» **Supplied information**:
-------
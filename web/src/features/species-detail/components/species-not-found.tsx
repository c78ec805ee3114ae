import { RouterButton } from '../../../components/links/router-link.js';
import { ContentCard } from '../../../components/page/content-card.js';
import { PageIntro } from '../../../components/page/page-intro.js';
import { paths } from '../../../config/paths.js';

/** An unknown slug: say so plainly and offer the way back to the whole catalogue. */
export function SpeciesNotFound({ slug }: { slug: string }) {
  return (
    <>
      <PageIntro title="Species not found">
        The catalogue has no species at “{slug}”. The link may have a typo, or the species may have been renamed.
      </PageIntro>
      <ContentCard>
        <RouterButton to={paths.species.build()} appearance="primary">
          Search all species
        </RouterButton>
      </ContentCard>
    </>
  );
}
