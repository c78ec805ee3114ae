import { useWords } from '../../../lib/i18n/index.js';
import { useTranslation } from 'react-i18next';
import { capitalise, GRAMS_PER_POUND, SOWING_METHODS, type SowingMethod } from '@homeground/shared';
import { makeStyles, tokens } from '@fluentui/react-components';
import { Beaker20Regular, Checkmark20Regular, Dismiss20Regular } from '@fluentui/react-icons';
import type { SpeciesDetail } from '../../../api/species/species.api.js';
import { Heading } from '../../../components/page/page-heading.js';
import { hgTokens } from '../../../theme/index.js';
import { treatmentWords } from '../utils/germination-words.js';
import { SECTION_FIELDS } from '../utils/source-labels.js';
import { FactSection } from './fact-section.js';
import { SourceNote } from './source-note.js';

const useStyles = makeStyles({
  steps: { margin: 0, paddingLeft: tokens.spacingHorizontalXL, display: 'grid', gap: tokens.spacingVerticalM },
  stepTitle: { fontWeight: tokens.fontWeightSemibold },
  stepBody: { margin: `${tokens.spacingVerticalXXS} 0 0` },
  note: { margin: `${tokens.spacingVerticalXXS} 0 0`, color: hgTokens.hgColorLoam },
  para: { margin: `${tokens.spacingVerticalM} 0 0` },
  subheading: { marginTop: tokens.spacingVerticalL, marginBottom: tokens.spacingVerticalS },
  methods: { listStyleType: 'none', margin: 0, padding: 0, display: 'grid', gap: tokens.spacingVerticalS },
  method: {
    display: 'grid',
    gridTemplateColumns: '20px 1fr',
    columnGap: tokens.spacingHorizontalS,
    alignItems: 'start',
  },
  suits: { color: tokens.colorBrandForeground1 },
  notSuited: { color: tokens.colorNeutralForeground3 },
  how: { display: 'block', fontSize: tokens.fontSizeBase200, color: tokens.colorNeutralForeground2 },
});

/** Which of the five ways to raise it suit this species, suited ones first, each said in words. */
function MethodList({ methods }: { methods: readonly SowingMethod[] }) {
  const styles = useStyles();
  const { t } = useTranslation('detail');
  const words = useWords();
  const ordered = [...SOWING_METHODS].sort((a, b) => Number(methods.includes(b)) - Number(methods.includes(a)));
  return (
    <ul className={styles.methods}>
      {ordered.map((m) => {
        const suits = methods.includes(m);
        return (
          <li key={m} className={styles.method}>
            {suits ? (
              <Checkmark20Regular className={styles.suits} aria-hidden />
            ) : (
              <Dismiss20Regular className={styles.notSuited} aria-hidden />
            )}
            <span>
              <strong>{capitalise(words.sowingMethod[m].phrase)}</strong>:{' '}
              {suits ? t('seed.suits') : t('seed.notSuited')}
              {suits ? <span className={styles.how}>{words.sowingMethod[m].how}</span> : null}
            </span>
          </li>
        );
      })}
    </ul>
  );
}

/** Raising it from seed: treatments as steps in plain words, depth, expected germination, methods. */
export function GerminationGuide({ species }: { species: SpeciesDetail }) {
  const styles = useStyles();
  const { t } = useTranslation('detail');
  const words = useWords();
  const g = species.germination;
  const steps = g.treatments.map((step) => treatmentWords(step, words));
  return (
    <FactSection title={t('seed.title')} icon={<Beaker20Regular />}>
      <ol className={styles.steps} aria-label={t('seed.steps')}>
        {steps.map((s, i) => (
          <li key={i}>
            <span className={styles.stepTitle}>{s.title}</span>
            <p className={styles.stepBody}>{s.body}</p>
            {s.note ? <p className={styles.note}>{t('seed.note', { note: s.note })}</p> : null}
          </li>
        ))}
      </ol>
      <p className={styles.para}>{words.sowingDepthSentence(g)}</p>
      <p className={styles.para}>
        {g.seedsPerPound
          ? t('seed.rateSeeds', {
              rate: g.germinationRatePct,
              perPound: g.seedsPerPound,
              perGram: Math.round(g.seedsPerPound / GRAMS_PER_POUND),
            })
          : t('seed.rate', { rate: g.germinationRatePct })}
      </p>
      <Heading level="card" className={styles.subheading}>
        {t('seed.ways')}
      </Heading>
      <MethodList methods={g.methods} />
      <SourceNote sources={species.sources} fields={SECTION_FIELDS.germination} />
    </FactSection>
  );
}
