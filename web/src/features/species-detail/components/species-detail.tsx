import { useTranslation } from 'react-i18next';
import { makeStyles, tokens } from '@fluentui/react-components';
import { ArrowLeft20Regular } from '@fluentui/react-icons';
import { useQuery } from '@tanstack/react-query';
import type { ReactNode } from 'react';
import type { SpeciesDetail as SpeciesRecord } from '../../../api/species/species.api.js';
import { speciesDetailQueryOptions } from '../../../api/species/species.queries.js';
import { RouterLink } from '../../../components/links/router-link.js';
import { ErrorState, QueryState } from '../../../components/states/index.js';
import { paths } from '../../../config/paths.js';
import { isApiRequestError } from '../../../lib/api-request-error.js';
import { useDocumentTitle } from '../../../lib/use-document-title.js';
import { CautionPanel } from './caution-panel.js';
import { GerminationGuide } from './germination-guide.js';
import { GrowingConditions, SizeAndHabit } from './growing-conditions.js';
import { NativeRange } from './native-range.js';
import { SpeciesHeader } from './species-header.js';
import { SpeciesNotFound } from './species-not-found.js';
import { WildlifeValue } from './wildlife-value.js';

const useStyles = makeStyles({
  back: {
    display: 'inline-flex',
    alignItems: 'center',
    gap: tokens.spacingHorizontalXS,
    marginBottom: tokens.spacingVerticalL,
  },
  stack: { display: 'grid', gap: tokens.spacingVerticalXL },
  columns: {
    display: 'grid',
    gridTemplateColumns: 'repeat(2, minmax(0, 1fr))',
    gap: tokens.spacingVerticalXL,
    alignItems: 'start',
    '@media (max-width: 880px)': { gridTemplateColumns: 'minmax(0, 1fr)' },
  },
});

export interface SpeciesDetailProps {
  slug: string;
  /** The bloom strip for this species; the route supplies it from the species browser. */
  renderBloomStrip: (species: SpeciesRecord) => ReactNode;
  /** Words for the bloom months, e.g. "Blooms Jun–Aug". */
  describeBloom: (bloomMonths: readonly number[]) => string;
}

/** Everything the catalogue knows about one species, grouped as a grower reads it, each group sourced. */
export function SpeciesDetail({ slug, renderBloomStrip, describeBloom }: SpeciesDetailProps) {
  const styles = useStyles();
  const { t } = useTranslation('detail');
  const detail = useQuery(speciesDetailQueryOptions(slug));
  const name = detail.data?.commonNames[0];
  useDocumentTitle(
    detail.data
      ? name
        ? `${name.charAt(0).toUpperCase()}${name.slice(1)}`
        : detail.data.scientificName
      : detail.isError
        ? t('page.notFound')
        : t('page.species'),
  );

  const back = (
    <RouterLink to={paths.species.build()} className={styles.back}>
      <ArrowLeft20Regular aria-hidden /> {t('page.allSpecies')}
    </RouterLink>
  );

  const failed = (error: Error, retry: () => void) =>
    isApiRequestError(error) && error.statusCode === 404 ? (
      <SpeciesNotFound slug={slug} />
    ) : (
      <>
        {back}
        <ErrorState title={t('page.loadError')} message={error.message} onRetry={retry} />
      </>
    );

  return (
    <QueryState query={detail} loading={t('page.loading')} error={failed}>
      {(species) => (
        <>
          {back}
          <div className={styles.stack}>
            <SpeciesHeader
              species={species}
              bloomStrip={renderBloomStrip(species)}
              bloomWords={describeBloom(species.bloomMonths)}
            />
            <CautionPanel species={species} />
            <div className={styles.columns}>
              <div className={styles.stack}>
                <GerminationGuide species={species} />
                <WildlifeValue species={species} />
              </div>
              <div className={styles.stack}>
                <GrowingConditions species={species} />
                <SizeAndHabit species={species} />
                <NativeRange species={species} />
              </div>
            </div>
          </div>
        </>
      )}
    </QueryState>
  );
}
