import { Column, Entity, Index, PrimaryGeneratedColumn } from 'typeorm';

/** One target of a season: plants wanted of a species, with the organiser's own germination rate. */
@Entity({ name: 'season_targets' })
@Index('uq_season_targets_species', ['seasonId', 'slug'], { unique: true })
export class SeasonTargetRow {
  @PrimaryGeneratedColumn('uuid')
  id: string;

  @Column({ type: 'text', name: 'season_id' })
  seasonId: string;

  /** Catalogue slug; kept as text so a curator's rename shows as unknown rather than deleting the target. */
  @Column({ type: 'text' })
  slug: string;

  @Column({ type: 'integer', name: 'target_plants' })
  targetPlants: number;

  @Column({ type: 'real', name: 'germination_rate_pct', nullable: true })
  germinationRatePct: number | null;

  /** The organiser's order. */
  @Column({ type: 'integer' })
  position: number;
}
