import { makeStyles, tokens } from '@fluentui/react-components';
import { useId, type ReactNode } from 'react';
import { ContentCard } from '../../../components/page/content-card.js';
import { Heading } from '../../../components/page/page-heading.js';

const useStyles = makeStyles({
  heading: { display: 'flex', alignItems: 'center', gap: tokens.spacingHorizontalS },
  icon: { color: tokens.colorBrandForeground1, display: 'inline-flex' },
});

/** One group of facts on the species page: a white card with its heading and its sources. */
export function FactSection({
  title,
  icon,
  className,
  children,
}: {
  title: string;
  icon?: ReactNode;
  className?: string;
  children: ReactNode;
}) {
  const styles = useStyles();
  const id = useId();
  return (
    <ContentCard aria-labelledby={id} className={className}>
      <Heading level="section" id={id} className={styles.heading}>
        {icon ? (
          <span className={styles.icon} aria-hidden>
            {icon}
          </span>
        ) : null}
        {title}
      </Heading>
      {children}
    </ContentCard>
  );
}
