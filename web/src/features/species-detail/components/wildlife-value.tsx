import { useWords } from '../../../lib/i18n/index.js';
import { useTranslation } from 'react-i18next';
import { makeStyles, tokens } from '@fluentui/react-components';
import { LeafOne20Regular } from '@fluentui/react-icons';
import { hostLevelOf, hostsSpecialistBees, layerOf } from '@homeground/shared';
import type { TFunction } from 'i18next';
import type { SpeciesDetail } from '../../../api/species/species.api.js';
import { SECTION_FIELDS, shortCitation } from '../utils/source-labels.js';
import { FactSection } from './fact-section.js';
import { SourceNote } from './source-note.js';

const useStyles = makeStyles({
  list: { margin: 0, paddingLeft: tokens.spacingHorizontalXL, display: 'grid', gap: tokens.spacingVerticalS },
});

const HOST_KEYS = { top: 'wildlife.hostTop', good: 'wildlife.hostGood', some: 'wildlife.hostSome' } as const;

/**
 * The caterpillar-host sentence in words, judged within the plant's layer (wildflowers or shrubs
 * and trees; shared wildlife-value.ts), with its citation: never the raw genus count.
 */
export function hostSentence(species: SpeciesDetail, sourceKey: string | undefined, t: TFunction<'detail'>): string {
  const level = hostLevelOf(species);
  let sentence: string;
  if (species.wildlife.lepidopteraGenusCount === null) sentence = t('wildlife.notListed');
  else if (level === 'none') sentence = t('wildlife.noneRecorded');
  else sentence = t(HOST_KEYS[level], { layer: t(`wildlife.${layerOf(species)}`) });
  return sourceKey
    ? t('wildlife.cited', { sentence, citation: shortCitation(sourceKey) })
    : t('wildlife.uncited', { sentence });
}

/** Bees in words: named specialists, a specialist-bee genus, or flowers for pollinators (shared beeWords). */
function beeSentence(species: SpeciesDetail, t: TFunction<'detail'>): string | null {
  const named = species.wildlife.specialistBees;
  if (named.length > 0) return t('wildlife.beesNamed', { bees: named.slice(0, 3).join(', ') });
  if (hostsSpecialistBees(species)) return t('wildlife.beesGenus');
  if (species.growthForm === 'graminoid' || species.growthForm === 'fern' || species.bloomMonths.length === 0)
    return null;
  return t('wildlife.beesFlowers');
}

/** What the plant feeds: caterpillars, monarchs, pollinators, birds and specialist bees. */
export function WildlifeValue({ species }: { species: SpeciesDetail }) {
  const styles = useStyles();
  const { t } = useTranslation('detail');
  const words = useWords();
  const w = species.wildlife;
  const bees = beeSentence(species, t);
  return (
    <FactSection title={t('wildlife.title')} icon={<LeafOne20Regular />}>
      <ul className={styles.list}>
        <li>{hostSentence(species, species.sources['wildlife.lepidopteraGenusCount'], t)}</li>
        {bees ? <li>{t('wildlife.bees', { words: bees })}</li> : null}
        <li>{w.monarchHost ? t('wildlife.monarch') : t('wildlife.notMonarch')}</li>
        {w.pollinators ? <li>{w.pollinators}</li> : null}
        {w.birds ? <li>{w.birds}</li> : null}
        {w.specialistBees.length > 0 ? (
          <li>
            {t('wildlife.specialists')} <i lang="la">{words.join(w.specialistBees)}</i>.
          </li>
        ) : null}
      </ul>
      <SourceNote sources={species.sources} fields={SECTION_FIELDS.wildlife} />
    </FactSection>
  );
}
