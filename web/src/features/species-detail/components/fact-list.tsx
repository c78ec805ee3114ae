import { makeStyles, tokens } from '@fluentui/react-components';
import { Fragment, type ReactNode } from 'react';
import { hgTokens } from '../../../theme/index.js';

const useStyles = makeStyles({
  list: {
    display: 'grid',
    gridTemplateColumns: 'minmax(110px, max-content) 1fr',
    gap: `${tokens.spacingVerticalS} ${tokens.spacingHorizontalL}`,
    margin: 0,
    '@media (max-width: 480px)': { gridTemplateColumns: '1fr', rowGap: tokens.spacingVerticalXXS },
  },
  term: { color: hgTokens.hgColorLoam, fontWeight: tokens.fontWeightSemibold },
  value: { margin: 0, '@media (max-width: 480px)': { marginBottom: tokens.spacingVerticalS } },
});

/** Label and value pairs as a description list, one pair a row (stacked on a phone). */
export function FactList({ facts }: { facts: [string, ReactNode][] }) {
  const styles = useStyles();
  return (
    <dl className={styles.list}>
      {facts.map(([term, value]) => (
        <Fragment key={term}>
          <dt className={styles.term}>{term}</dt>
          <dd className={styles.value}>{value}</dd>
        </Fragment>
      ))}
    </dl>
  );
}
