import { Body, Controller, Get, Header, HttpCode, Param, Post, Put } from '@nestjs/common';
import { ApiTags } from '@nestjs/swagger';
import {
  type Season, type SeasonRequest, seasonRequestSchema, type ShareList, type ShareListRequest, shareListRequestSchema,
  slugSchema, type TargetsRequest, targetsRequestSchema,
} from '@homeground/shared';
import type { AuthenticatedUser } from '../auth/authenticated-user.js';
import { Auth } from '../common/decorators/auth.decorator.js';
import { CurrentUser } from '../common/decorators/current-user.decorator.js';
import { ZodValidationPipe } from '../common/validation/zod-validation.pipe.js';
import { type SeasonSeedList, SeasonsService } from './seasons.service.js';

/**
 * A group's season plan: dates, share list, targets and seed list. Bodies and params are validated
 * with the shared zod schemas, one pipe per body/param, so a change of validation mechanism is mechanical.
 */
@ApiTags('seasons')
@Controller('groups/:slug/season')
@Auth()
export class SeasonsController {
  constructor(private readonly seasons: SeasonsService) {}

  @Get()
  get(@Param('slug', new ZodValidationPipe(slugSchema)) slug: string, @CurrentUser() user: AuthenticatedUser): Promise<Season> {
    return this.seasons.get(slug, user);
  }

  @Put()
  put(
    @Param('slug', new ZodValidationPipe(slugSchema)) slug: string,
    @Body(new ZodValidationPipe(seasonRequestSchema)) body: SeasonRequest,
    @CurrentUser() user: AuthenticatedUser,
  ): Promise<Season> {
    // The API reads the clock; shared code never does.
    return this.seasons.put(slug, user, body, new Date().toISOString().slice(0, 10));
  }

  /** Proposes species for the season with why; writes nothing. */
  @Post('share-list/propose')
  @HttpCode(200)
  propose(
    @Param('slug', new ZodValidationPipe(slugSchema)) slug: string,
    @Body(new ZodValidationPipe(shareListRequestSchema)) body: ShareListRequest,
    @CurrentUser() user: AuthenticatedUser,
  ): Promise<ShareList> {
    return this.seasons.propose(slug, user, body);
  }

  /** Replaces the whole target list. */
  @Put('targets')
  setTargets(
    @Param('slug', new ZodValidationPipe(slugSchema)) slug: string,
    @Body(new ZodValidationPipe(targetsRequestSchema)) body: TargetsRequest,
    @CurrentUser() user: AuthenticatedUser,
  ): Promise<Season> {
    return this.seasons.setTargets(slug, user, body);
  }

  @Get('seed-list')
  seedList(@Param('slug', new ZodValidationPipe(slugSchema)) slug: string, @CurrentUser() user: AuthenticatedUser): Promise<SeasonSeedList> {
    return this.seasons.seedList(slug, user);
  }

  @Get('seed-list.csv')
  @Header('Content-Type', 'text/csv; charset=utf-8')
  @Header('Content-Disposition', 'attachment; filename="homeground-seed-list.csv"')
  seedListCsv(@Param('slug', new ZodValidationPipe(slugSchema)) slug: string, @CurrentUser() user: AuthenticatedUser): Promise<string> {
    return this.seasons.seedListCsv(slug, user);
  }
}
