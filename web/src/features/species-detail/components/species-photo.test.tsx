import { FluentProvider, webLightTheme } from '@fluentui/react-components';
import { render, screen } from '@testing-library/react';
import { describe, expect, it } from 'vitest';
import { butterflyMilkweedRecord } from '../testing/species-record.js';
import { SpeciesPhoto } from './species-photo.js';

const renderPhoto = (species: typeof butterflyMilkweedRecord) =>
  render(
    <FluentProvider theme={webLightTheme}>
      <SpeciesPhoto species={species} />
    </FluentProvider>,
  );

// Credit lines name the photographer and the licence, and link the source (Creative Commons'
// "TASL" attribution practice: title, author, source, licence).
describe('species photo credit', () => {
  it('names who took the photo, its licence, and links its source', () => {
    renderPhoto({
      ...butterflyMilkweedRecord,
      hasPhoto: true,
      photoCredit: { photographer: 'Ines Calder', licence: 'CC-BY-SA-4.0', sourceUrl: 'https://example.org/p/7' },
    });
    expect(screen.getByText(/Photo: Ines Calder, CC BY-SA 4\.0/)).toBeInTheDocument();
    expect(screen.getByRole('link', { name: /source of the photo/ })).toHaveAttribute(
      'href',
      'https://example.org/p/7',
    );
  });

  it('says there is no photo yet when there is none', () => {
    renderPhoto(butterflyMilkweedRecord);
    expect(screen.getByText(/No photo yet/)).toBeInTheDocument();
    expect(screen.queryByRole('link')).toBeNull();
  });
});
-------
» **What this task involves**: Scan the data for the string "hostLevelOf" and copy each line in which it occurs.

» **Solution for this problem**:
import { hostLevelOf, hostsSpecialistBees, layerOf } from '@homeground/shared';
  const level = hostLevelOf(species);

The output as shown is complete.